# syncflux

**Repository Path**: shamorkFu/syncflux

## Basic Information

- **Project Name**: syncflux
- **Description**: SyncFlux is an Open Source InfluxDB  Data syncronization and replication tool  for migration purposes or HA clusters
- **Primary Language**: Go
- **License**: MIT
- **Default Branch**: master
- **Homepage**: None
- **GVP Project**: No

## Statistics

- **Stars**: 0
- **Forks**: 0
- **Created**: 2020-08-17
- **Last Updated**: 2021-11-02

## Categories & Tags

**Categories**: Uncategorized

**Tags**: None

## README

# SyncFlux 

SyncFlux is an Open Source InfluxDB  Data syncronization and replication tool with HTTP API Interface which has as main goal recover lost data from any  handmade HA influxDB 1.X cluster ( made as any simple relay  https://github.com/influxdata/influxdb-relay or our Smart Relay http://github.com/toni-moreno/influxdb-srelay )  


## Intall from precompiled packages

Debian | RedHat |Docker
-------|--------|------
[deb](http://syncflux-rel.s3.amazonaws.com/builds/syncflux_latest_amd64.deb) - [signature](http://syncflux-rel.s3.amazonaws.com/builds/syncflux_latest_amd64.deb.sha1)|[rpm](http://syncflux-rel.s3.amazonaws.com/builds/syncflux-latest-1.x86_64.rpm) - [signature](http://syncflux-rel.s3.amazonaws.com/builds/syncflux-latest-1.x86_64.rpm.sha1)| `docker run -d --name=syncflux_instance00 -p 4090:4090 -v /mylocal/conf:/opt/syncflux/conf -v /mylocal/log:/opt/syncflux/log  tonimoreno/syncflux`

## Run from master

If you want to build a package yourself, or contribute.

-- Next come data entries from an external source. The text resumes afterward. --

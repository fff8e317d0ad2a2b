"""``covey compare`` on run logs: values side by side with absolute and relative differences per
deputy; logs of different schema versions, scenarios or deputies compared where they can be, the
difference said in one line. Logs flown with the fake (no JVM) truth of tests/conftest.py; the
expected numbers are the logs' own metrics (covey's contract, common practice, no source).
"""

from __future__ import annotations

import json
import shutil

import h5py
import pytest

from sim.cli.main import main
from sim.gate.compare import compare
from sim.loop.run import run_scenario
from sim.scenario.reader import load_scenario

FAST = {"run.duration_s": 10800.0, "deputies[0].deadline_s": 10800.0,
        "deputies[1].deadline_s": 10800.0}


@pytest.fixture(scope="module")
def logs(tmp_path_factory):
    """Two laws on the demo formation, and the e/i pair (other spacecraft), flown once."""
    import sim.loop.run
    from conftest import REPO, FakeTruthWorld, fake_truth_api

    tmp = tmp_path_factory.mktemp("compare")
    out = {}
    with pytest.MonkeyPatch.context() as mp:
        api = fake_truth_api(type("World", (FakeTruthWorld,), {}))
        mp.setattr(sim.loop.run, "truth_backend", lambda: api)
        for law in ("propulsion_only", "hybrid_single"):
            cfg = load_scenario(REPO / "scenarios/demo_formation.toml", {**FAST, "guidance.law": law})
            out[law] = run_scenario(cfg, tmp / f"{law}.h5")
        cfg = load_scenario(REPO / "scenarios/ei_pair_ideal.toml", {"run.duration_s": 10800.0})
        out["pair"] = run_scenario(cfg, tmp / "pair.h5")
    return out


def test_two_runs_side_by_side(logs):
    a, b = logs["propulsion_only"], logs["hybrid_single"]
    c = compare([a.path, b.path])
    assert c.mode == "runs" and c.labels == ["A", "B"]
    ma = {m.name: m for m in a.metrics}
    mb = {m.name: m for m in b.metrics}
    for r in c.rows:
        if r["metric"] == "dv_total_mps":
            x, y = ma[r["deputy"]].dv_total_mps, mb[r["deputy"]].dv_total_mps
            assert r["A"] == x and r["B"] == y
            assert r["B_diff"] == pytest.approx(y - x) and r["B_rel"] == pytest.approx((y - x) / x)
            assert r["B_change"] == ("lower, better" if y < x else "higher, worse" if y > x else "")
        if r["metric"] == "n_switches":
            assert r["B_diff"] == mb[r["deputy"]].n_switches - ma[r["deputy"]].n_switches
    assert {r["deputy"] for r in c.rows} == {"beta", "gamma"}
    assert any("scenario settings differ from A in guidance.law" in n for n in c.notes)
    assert c.text("table").splitlines()[0].startswith("A = propulsion_only.h5 vs B = hybrid_single.h5")


def test_itself_no_difference(logs):
    p = logs["hybrid_single"].path
    c = compare([p, p, p])
    assert c.flagged() == [] and c.labels == ["A", "B", "C"]
    assert all(r["B_diff"] == 0 and r["C_diff"] == 0 for r in c.rows)
    assert not any("differ" in n for n in c.notes)


def test_different_scenarios_deputies_and_schema(logs, tmp_path):
    older = tmp_path / "older.h5"
    shutil.copy(logs["hybrid_single"].path, older)
    with h5py.File(older, "r+") as f:
        f.attrs["schema_version"] = "1.1"
    c = compare([logs["propulsion_only"].path, older])
    from sim.log.recorder import SCHEMA_VERSION

    assert any(f"schema covey.runlog 1.1 vs covey.runlog {SCHEMA_VERSION}" in n for n in c.notes)
    d = compare([logs["propulsion_only"].path, logs["pair"].path])
    line = [n for n in d.notes if "deputies differ" in n]
    assert len(line) == 1 and "only in A: beta, gamma" in line[0] and "only in B: d1" in line[0]
    assert d.rows == []  # nothing in common to compare


def test_run_against_a_campaign_is_a_sample_of_one(logs, tmp_path):
    from sim.campaign.summary import RunRow, write_summary

    s = logs["hybrid_single"]
    rows = [RunRow(index=k, seed=k, status="ok", metrics={m.name: m.as_dict() for m in s.metrics})
            for k in range(5)]  # fixture: the run's metrics five times
    write_summary(tmp_path / "summary.h5", rows, name="five", kind="monte_carlo", master_seed=0,
                  campaign_toml="")
    c = compare([s.path, tmp_path])
    assert c.mode == "campaigns" and any("sample of one" in n for n in c.notes)
    r = next(r for r in c.rows if r["deputy"] == "beta" and r["metric"] == "dv_total_mps")
    assert r["A_p50"] == r["B_p50"] == s.metrics[0].dv_total_mps and r["B_p"] == 1.0


def test_cli_compare_runs(logs, capsys):
    a, b = str(logs["propulsion_only"].path), str(logs["hybrid_single"].path)
    assert main(["compare", a, b, "--format", "json", "--metric", "dv_total_mps",
                 "--metric", "n_switches"]) == 0
    doc = json.loads(capsys.readouterr().out)
    assert doc["mode"] == "runs" and len(doc["rows"]) == 4
    assert main(["compare", a, b, "--format", "markdown"]) == 0
    md = capsys.readouterr().out.splitlines()
    assert md[2].startswith("| deputy | metric | units | A | B | B-A |")
    assert main(["compare", a, b, "--format", "csv"]) == 0
    assert capsys.readouterr().out.startswith("deputy,metric,units,A,B,B_diff")
    assert main(["compare", a, b, "--set", "events.min_rn_separation_m=1e6",
                 "--metric", "rn_separation_violated"]) == 0
    out = capsys.readouterr().out
    assert out.count("rn_separation_violated") == 2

Here is a guide for how to do that.

### Dependencies

- Go 1.11 

### Get Code

```bash
go get -d github.com/toni-moreno/syncflux/...
```

### Building the backend


```bash
cd $GOPATH/src/github.com/toni-moreno/syncflux
go run build.go build           
```

### Creating minimal package tar.gz

After building frontend and backend you will do

```bash
go run build.go pkg-min-tar
```

### Creating rpm and deb packages

you  will need previously installed the fpm/rpm and deb packaging tools.
After building frontend and backend  you will do.

```bash
go run build.go latest
```

### Running first time
To execute without any configuration you need a minimal config.toml file on the conf directory.

```bash
cp conf/sample.syncflux.toml conf/syncflux.toml
./bin/syncflux [options]
```


### Recompile backend on source change (only for developers)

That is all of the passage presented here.